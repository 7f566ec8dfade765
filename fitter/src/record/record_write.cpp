// The one writer of the record (record.hpp; docs/record-format.md): the
// common members, the model part from record_model.cpp, the assessment
// members, and the integrity seal.
#include <cmath>

#include "ridgecal/json_read.hpp"
#include "ridgecal/record.hpp"
#include "ridgecal/record_model.hpp"
#include "ridgecal/sha256.hpp"

namespace ridgecal {

using detail::num;
using nlohmann::json;

const char* tool_version() {
  return RIDGECAL_VERSION_STRING;
}

std::vector<std::string> standard_cautions() {
  return {
      "Safety-relevant calibration must follow local codes and certified procedures; this record "
      "does "
      "not replace them.",
      "This record does not replace a certificate from an accredited calibration laboratory.",
      "The calibration is valid only inside the calibrated reading range; outside it the curve is "
      "an "
      "extrapolation.",
  };
}

namespace {

json metrics_json(const Metrics& m) {
  return json{{"n", m.n},
              {"predictors", m.predictors},
              {"centered", m.centered},
              {"rmse", num(m.rmse)},
              {"max_abs_error", num(m.max_abs_error)},
              {"bias", num(m.bias)},
              {"r2", num(m.r2)},
              {"adj_r2", num(m.adj_r2)},
              {"residual_sd", num(m.residual_sd)}};
}

// A grid cell; the extended layout adds its aux degree limit and term count.
json cell_json(const GridCell& c, bool extended) {
  json o{{"degree", c.degree},
         {"lambda", c.lambda},
         {"cv_rmse", num(c.cv_rmse)},
         {"cv_se", num(c.cv_se)},
         {"train_rmse", num(c.train_rmse)}};
  if (extended) {
    o["aux_degree"] = c.aux_degree >= 0 ? json(c.aux_degree) : json(nullptr);
    o["terms"] = c.terms;
  }
  return o;
}

json columns_json(const CsvOptions& c, bool extended) {
  json o{{"reading", c.reading_column},
         {"reference", c.reference_column},
         {"setpoint", c.setpoint_column},
         {"role", c.role_column},
         {"delimiter", std::string(1, c.delimiter)}};
  if (!c.direction_column.empty()) o["direction"] = c.direction_column;
  // only when set: records read with a decimal point keep their bytes and digest
  if (c.decimal_comma) o["decimal_comma"] = true;
  if (extended && !c.aux_column.empty()) o["aux"] = c.aux_column;
  if (extended && !c.aux_setpoint_column.empty()) o["aux_setpoint"] = c.aux_setpoint_column;
  return o;
}

json selection_json(const SelectionInfo& s, bool extended) {
  json grid = json::array();
  for (const GridCell& c : s.grid) grid.push_back(cell_json(c, extended));
  json o{{"mode", to_string(s.mode)},
         {"rule", to_string(s.rule)},
         {"fold_scheme", to_string(s.scheme)},
         {"folds", s.n_folds},
         {"degrees", s.degrees},
         {"lambdas", s.lambdas},
         {"grid", grid},
         {"chosen", s.chosen >= 0 ? cell_json(s.grid[static_cast<std::size_t>(s.chosen)], extended)
                                  : json(nullptr)},
         {"notes", s.notes}};
  if (extended) {
    o["aux_degrees"] = s.aux_degrees;
    o["powers"] = s.powers;
  }
  return o;
}

json split_json(const Calibration& cal, bool has_aux) {
  json sps = json::array();
  for (const SetpointResult& sp : cal.setpoints) {
    json o{{"id", sp.id},       {"reading", sp.mean_reading}, {"reference", sp.mean_reference},
           {"count", sp.count}, {"role", to_string(sp.role)}, {"fold", sp.fold}};
    if (has_aux) o["aux"] = num(sp.mean_aux);
    sps.push_back(std::move(o));
  }
  return json{{"seed", cal.split_options.seed},
              {"test_fraction", cal.split_options.test_fraction},
              {"folds_requested", cal.split_options.folds},
              {"test_named_by_user", cal.user_named_test},
              {"setpoints", sps}};
}

json points_json(const std::vector<PointResult>& points, bool has_aux) {
  json pts = json::array();
  for (const PointResult& p : points) {
    json o{{"line", p.line},
           {"setpoint", p.setpoint},
           {"reading", p.reading},
           {"reference", p.reference},
           {"predicted", num(p.predicted)},
           {"error", num(p.error)},
           {"role", to_string(p.role)},
           {"fold", p.fold},
           {"cv_predicted", num(p.cv_predicted)}};
    if (has_aux) o["aux"] = num(p.aux);
    pts.push_back(std::move(o));
  }
  return pts;
}

}  // namespace

json record_to_json(const CalibrationRecord& rec) {
  const Calibration& cal = rec.calibration;
  const ModelParts model = model_to_json(rec);
  json j;
  j["format"] = kRecordFormat;
  j["format_version"] = kRecordFormatVersion;
  j["tool_version"] = rec.tool_version;
  if (!rec.created_utc.empty()) j["created_utc"] = rec.created_utc;
  j["cautions"] = rec.cautions;
  j["sensor"] = {{"name", rec.sensor.name},
                 {"reading_unit", rec.sensor.reading_unit},
                 {"reference_unit", rec.sensor.reference_unit}};
  j["input"] = {{"file", rec.input.file},
                {"sha256", rec.input.sha256},
                {"rows", rec.input.rows},
                {"columns", columns_json(rec.input.columns, model.extended)}};
  j["model"] = model.model;
  if (model.extended) j["compensation"] = model.compensation;
  j["selection"] = selection_json(cal.selection, model.extended);
  j["split"] = split_json(cal, model.has_aux);
  j["metrics"] = {{"training", metrics_json(cal.training)},
                  {"validation", metrics_json(cal.validation)},
                  {"test", metrics_json(cal.test)}};
  j["points"] = points_json(cal.points, model.has_aux);
  if (rec.tolerance) j["tolerance"] = to_json(*rec.tolerance);
  if (rec.decision) j["decision"] = to_json(*rec.decision);
  if (rec.uncertainty) j["uncertainty"] = to_json(*rec.uncertainty);
  if (rec.uncertainty || !rec.warnings.empty()) j["warnings"] = to_json(rec.warnings);
  if (rec.lack_of_fit) j["lack_of_fit"] = to_json(*rec.lack_of_fit);
  j["integrity"] = {{"algorithm", "sha256"}, {"sha256", record_digest(j)}};
  return j;
}

std::string record_digest(const json& j) {
  json copy = j;
  if (copy.is_object()) copy.erase("integrity");
  return sha256_hex(copy.dump(-1, ' ', false, json::error_handler_t::replace));
}

bool record_integrity_ok(const json& j) {
  const RecordSeal s = record_seal(j);
  return j.is_object() && s.intact();
}

RecordSeal record_seal(const json& j) {
  RecordSeal s;
  s.computed = record_digest(j);
  if (j.is_object()) {
    const auto it = j.find("integrity");
    if (it != j.end() && it->is_object()) {
      const auto d = it->find("sha256");
      if (d != it->end() && d->is_string()) s.stored = d->get<std::string>();
    }
  }
  return s;
}

std::string record_text(const json& j) {
  return j.dump(2, ' ', false, json::error_handler_t::replace) + "\n";
}

}  // namespace ridgecal
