// ridgecal: measurement uncertainty of the calibrated value (GUM method).
//
// Components, all in reference units (standard uncertainties, added in
// quadrature; see docs/decision-and-uncertainty.md):
//  * fit residual: the residual standard deviation s of the training points,
//    s^2 = RSS / (n - df), df the effective number of parameters (Type A);
//  * fit coefficients: u_fit(x), the standard deviation of the fitted curve
//    at reading x from the coefficients' covariance (Type A). For ridge
//    (lambda > 0) the covariance is the sandwich form
//      Cov(b) = s^2 (Xc'Xc + n lambda I)^-1 Xc'Xc (Xc'Xc + n lambda I)^-1
//             = s^2 V diag(s_j^2 / (s_j^2 + n lambda)^2) V',
//    which ignores the shrinkage bias (an approximation; the bias shows up in s);
//  * reference standard: U_ref / k_ref as stated by the user (Type B, normal);
//  * reading resolution: a digit step r of the reading, rectangular,
//    u = |dp/dx| * r / (2 sqrt 3) (Type B, sensitivity dp/dx).
// combined(x) = sqrt(s^2 + u_fit(x)^2 + u_ref^2 + u_res(x)^2), U(x) = k combined(x).
// The headline `expanded` uses the largest value of each component over the
// calibrated range, so it bounds U(x) everywhere in that range.
#pragma once

#include <Eigen/Dense>
#include <nlohmann/json.hpp>
#include <string>
#include <vector>

#include "ridgecal/calibration.hpp"

namespace ridgecal {

struct UncertaintyOptions {
  double reference_uncertainty =
      0.0;                   ///< U_ref of the reference standard (reference units), >= 0; default 0
  double reference_k = 1.0;  ///< coverage factor U_ref is stated with: 1 = a standard uncertainty
                             ///< (default), 2 = expanded k=2
  double resolution = 0.0;  ///< reading resolution (one digit step, reading units), >= 0; default 0
  double coverage_k =
      2.0;  ///< coverage factor of the reported expanded uncertainty; default 2 (about 95 %)
  int band_points = 21;  ///< points of the prediction band over the range, 2..1001; default 21

  /// Empty when valid, else a message naming the field, the value and the rule.
  std::string validate() const;
};

/// Type of evaluation (GUM): A from the data, B from other information.
enum class EvaluationType { A, B };
std::string to_string(EvaluationType t);                           ///< `A`, `B`
EvaluationType evaluation_type_from_string(const std::string& s);  ///< throws std::invalid_argument

enum class Distribution { Normal, Rectangular };
std::string to_string(Distribution d);                        ///< `normal`, `rectangular`
Distribution distribution_from_string(const std::string& s);  ///< throws std::invalid_argument

struct UncertaintyComponent {
  std::string
      name;  ///< `fit-residual`, `fit-coefficients`, `reference-standard`, `reading-resolution`
  EvaluationType type = EvaluationType::A;
  Distribution distribution = Distribution::Normal;
  double value = 0.0;        ///< as stated (U_ref, the digit step, s, ...)
  double divisor = 1.0;      ///< value / divisor = standard uncertainty of the input
  double sensitivity = 1.0;  ///< |d reference / d input| (largest over the range)
  double standard = 0.0;     ///< standard uncertainty contributed, reference units
  std::string note;
};

struct BandPoint {
  double reading = 0.0;
  double predicted = 0.0;  ///< calibrated value p(reading)
  double u_fit = 0.0;      ///< standard deviation of the fitted curve
  double combined = 0.0;   ///< combined standard uncertainty at this reading
  double expanded = 0.0;   ///< coverage_k * combined
};

struct UncertaintyBudget {
  std::vector<UncertaintyComponent> components;
  double residual_sd = 0.0;
  double degrees_of_freedom = 0.0;  ///< n - df of the residual SD
  double combined = 0.0;            ///< combined standard uncertainty (largest over the range)
  double k = 2.0;
  double expanded = 0.0;  ///< k * combined
  std::string band_method;
  std::vector<BandPoint> band;  ///< over [x_min, x_max], increasing reading

  /// U at a reading: linear interpolation in the band; outside the range, the
  /// nearest band end (the curve is then an extrapolation anyway). Falls back
  /// to `expanded` when the band is empty.
  double expanded_at(double reading) const;
  std::string brief(const std::string& unit) const;  ///< a few lines for a terminal
  std::string full(const std::string& unit) const;   ///< brief() plus the notes and the band
};

/// Leverages and curve variances of a fitted calibration, rebuilt from its
/// training points (same design as the fit: Chebyshev columns of the scaled
/// reading, centred when there is an intercept; ridge filter factors).
class FitCovariance {
 public:
  explicit FitCovariance(const Calibration& cal);
  bool ok() const { return ok_; }       ///< false without training points or for degree 0
  std::size_t n() const { return n_; }  ///< training points
  double effective_parameters() const {
    return df_;
  }                                              ///< intercept + sum of s_j^2/(s_j^2 + n lambda)
  double residual_sd() const { return sigma_; }  ///< sqrt(RSS / (n - df)); NaN when n <= df
  double dof() const { return static_cast<double>(n_) - df_; }
  /// Var(p(x)) / sigma^2.
  double variance_factor(double reading) const;
  /// Leverage h of a training point at this reading: (hat matrix diagonal).
  double leverage(double reading) const;

 private:
  Eigen::VectorXd projected(double reading) const;
  bool ok_ = false;
  bool intercept_ = true;
  std::size_t n_ = 0;
  double lambda_ = 0.0, df_ = 0.0, sigma_ = 0.0;
  int degree_ = 0;
  Scaling scaling_;
  Eigen::RowVectorXd mean_;
  Eigen::MatrixXd V_;
  Eigen::VectorXd s_;
  int rank_ = 0;
};

/// The floors of the variation check (calibration_csv.hpp) these options
/// imply: the reading resolution, and the reference standard's uncertainty
/// expanded with k = 2 (references closer together than that cannot be told
/// apart).
VariationFloors variation_floors(const UncertaintyOptions& options);

/// Evaluates the budget. Preconditions: options.validate() is empty.
UncertaintyBudget evaluate_uncertainty(const Calibration& cal, const UncertaintyOptions& options);

nlohmann::json to_json(const UncertaintyBudget& u);
UncertaintyBudget uncertainty_from_json(const nlohmann::json& j,
                                        const std::string& file);  ///< throws InputError

}  // namespace ridgecal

* * * * * * *

Filter the entries above and return only the lines holding "struct".

→ RESULT FOR THIS EXERCISE
struct UncertaintyOptions {
struct UncertaintyComponent {
struct BandPoint {
struct UncertaintyBudget {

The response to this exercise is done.